The Rankine cycle is based on the simple Carnot cycle. Invented by William John Macquom Rankine (1820 - 1872), the Rankine cycle models a simple steam powerplant. The Rankine cycle is important since it forms a basis of understanding for other cycles, such as the refrigeration cycle. It is recommended that the student reviews the concepts of the Carnot cycle before attempting to learn the Rankine cycle.
In brief, there are three limitations of the Carnot cycle that renders the model unpractical:
1) It is difficult to compress a two phase mixture through a pump.
2) It is difficult to control the quality of the working fluid throughout the cycle.
3) The cycle efficiency is limited by the upper operating temperature since the cycle has to remain inside the vapour dome.

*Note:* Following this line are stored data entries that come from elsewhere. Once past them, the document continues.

import { ChangeDetectionStrategy, Component, computed, inject, input } from '@angular/core';
import { MatButtonModule } from '@angular/material/button';
import { MatIconModule } from '@angular/material/icon';
import { MatPaginatorModule } from '@angular/material/paginator';
import { MatProgressBarModule } from '@angular/material/progress-bar';
import { MatSortModule } from '@angular/material/sort';
import { MatTableModule } from '@angular/material/table';
import { Router, RouterLink } from '@angular/router';
import { EmptyState } from '../empty-state/empty-state';
import type { ServerTable } from './server-table';
import type { TableColumn } from './table-types';

/**
 * The table of a ServerTable: sortable headers, the paginator, the chosen columns, rows
 * that open on a click anywhere (the first cell holds a real link for the keyboard and
 * screen readers), and the loading, error and empty states. On a phone it scrolls
 * sideways with the first column kept in view.
 */
@Component({
  selector: 'cw-data-table',
  imports: [EmptyState, MatButtonModule, MatIconModule, MatPaginatorModule, MatProgressBarModule, MatSortModule, MatTableModule, RouterLink],
  templateUrl: './data-table.html',
  styleUrl: './data-table.scss',
  changeDetection: ChangeDetectionStrategy.OnPush,
})
export class DataTable<T> {
  private readonly router = inject(Router);

  readonly table = input.required<ServerTable<T>>();
  readonly columns = input.required<readonly TableColumn<T>[]>();
  /** Ids of the columns to show, in the columns' order. */
  readonly visible = input.required<readonly string[]>();
  /** What the table lists, for screen readers: "Incidents". */
  readonly label = input.required<string>();
  readonly emptyIcon = input('inbox');
  readonly emptyHeading = input.required<string>();
  readonly emptyMessage = input('');
  /** Where a row leads, as router commands; null when it leads nowhere. */
  readonly link = input.required<(row: T) => readonly unknown[] | null>();

  protected readonly shown = computed(() => this.columns().filter((column) => this.visible().includes(column.id)));
  protected readonly ids = computed(() => this.shown().map((column) => column.id));

  protected open(row: T, event: Event): void {
    const commands = this.link()(row);
    // A click on the link itself is the link's own navigation.
    if (!commands || (event.target as HTMLElement).closest('a')) return;
    void this.router.navigate([...commands]);
  }
}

The Rankine cycle rectifies all three limitations:
1) The turbine exhaust steam is condensed to a saturated liquid.
2) By always condensing to saturated liquid, the quality of the working fluid can be accurately controlled.

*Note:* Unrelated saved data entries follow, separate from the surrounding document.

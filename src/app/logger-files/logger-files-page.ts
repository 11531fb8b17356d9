import { DatePipe, DecimalPipe } from '@angular/common';
import { AfterViewInit, ChangeDetectionStrategy, Component, DestroyRef, computed, inject, signal, viewChild } from '@angular/core';
import { FormControl, ReactiveFormsModule } from '@angular/forms';
import { MatButtonModule } from '@angular/material/button';
import { MatFormFieldModule } from '@angular/material/form-field';
import { MatIconModule } from '@angular/material/icon';
import { MatPaginator, MatPaginatorModule } from '@angular/material/paginator';
import { MatProgressBarModule } from '@angular/material/progress-bar';
import { MatSelectModule } from '@angular/material/select';
import { MatSort, MatSortModule } from '@angular/material/sort';
import { MatTableModule } from '@angular/material/table';
import { Router, RouterLink } from '@angular/router';
import { EMPTY, firstValueFrom } from 'rxjs';
import { LOGGER_FILE_MAX_BYTES, type LoggerFileSummaryView } from '../../../shared/api/logger-files';
import type { ApplianceStyle, Health } from '../../../shared/domain';
import { STYLE_CHOICES, STYLE_LABELS } from '../inventory/labels';
import { errorMessage } from '../inventory/messages';
import { PagedTable } from '../inventory/paged-table';
import { EmptyState } from '../shared/empty-state/empty-state';
import { LoggerFilesApi } from './logger-files-api';
import { HEALTH_LABELS } from './logger-words';

/** Upload a logger CSV to analyse it; the files analysed before, newest first. */
@Component({
  selector: 'cw-logger-files-page',
  imports: [DatePipe, DecimalPipe, EmptyState, MatButtonModule, MatFormFieldModule, MatIconModule, MatPaginatorModule, MatProgressBarModule, MatSelectModule, MatSortModule, MatTableModule, ReactiveFormsModule, RouterLink],
  templateUrl: './logger-files-page.html',
  styleUrls: ['../inventory/list.scss', './logger-files-page.scss'],
  changeDetection: ChangeDetectionStrategy.OnPush,
})
export class LoggerFilesPage implements AfterViewInit {
  private readonly api = inject(LoggerFilesApi);
  private readonly router = inject(Router);
  private readonly destroyRef = inject(DestroyRef);

  readonly sort = viewChild.required(MatSort);
  readonly paginator = viewChild.required(MatPaginator);

  protected readonly styles = STYLE_CHOICES;
  protected readonly maxMegabytes = LOGGER_FILE_MAX_BYTES / (1024 * 1024);
  protected readonly style = new FormControl<ApplianceStyle | ''>('', { nonNullable: true });
  protected readonly uploading = signal<string | null>(null);
  protected readonly error = signal<string | null>(null);
  protected readonly table = new PagedTable<LoggerFileSummaryView>();
  protected readonly columns = ['fileName', 'period', 'findings', 'attached'];
  protected readonly nothingYet = computed(() => this.table.loaded() && this.table.total() === 0);
  protected readonly styleLabel = (style: ApplianceStyle) => STYLE_LABELS[style];
  protected readonly healthLabel = (health: Health) => HEALTH_LABELS[health] ?? health;

  ngAfterViewInit(): void {
    this.table.connect({
      sort: this.sort(),
      paginator: this.paginator(),
      filters: EMPTY,
      query: (_sort, paginator) => ({ page: paginator.pageIndex, pageSize: paginator.pageSize }),
      fetch: (query) => this.api.list(query),
      destroyRef: this.destroyRef,
    });
  }

  protected async choose(input: HTMLInputElement): Promise<void> {
    const file = input.files?.[0];
    input.value = '';
    if (!file) return;
    this.error.set(null);
    if (file.size > LOGGER_FILE_MAX_BYTES) {
      this.error.set(`${file.name} is larger than the ${this.maxMegabytes} MB limit.`);
      return;
    }
    this.uploading.set(file.name);
    try {
      const analysed = await firstValueFrom(this.api.upload(file, this.style.value || null));
      await this.router.navigate(['/logger-files', analysed.id]);
    } catch (error) {
      this.error.set(errorMessage(error));
    } finally {
      this.uploading.set(null);
    }
  }
}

3) Modifications of the basic Rankine cycle model allows for the working fluid to go into the sub-cooled and superheated regions.
Another difference between the Carnot cycle and the Rankine cycle is the state of the working fluid at the exit of the boiler. In a Carnot cycle, heat is added to the system at constant temperature. For isothermal heating, pressure of the superheated working fluid must drop as the heat is added. This process is extremely difficult to achieve. More realistically and easier to implement, the Rankine cycle heats the working fluid at constant pressure.
Even though the aforementioned differences lowers the cycle efficiency, the Rankine cycle remains the most efficient practical model of a steam powerplant system.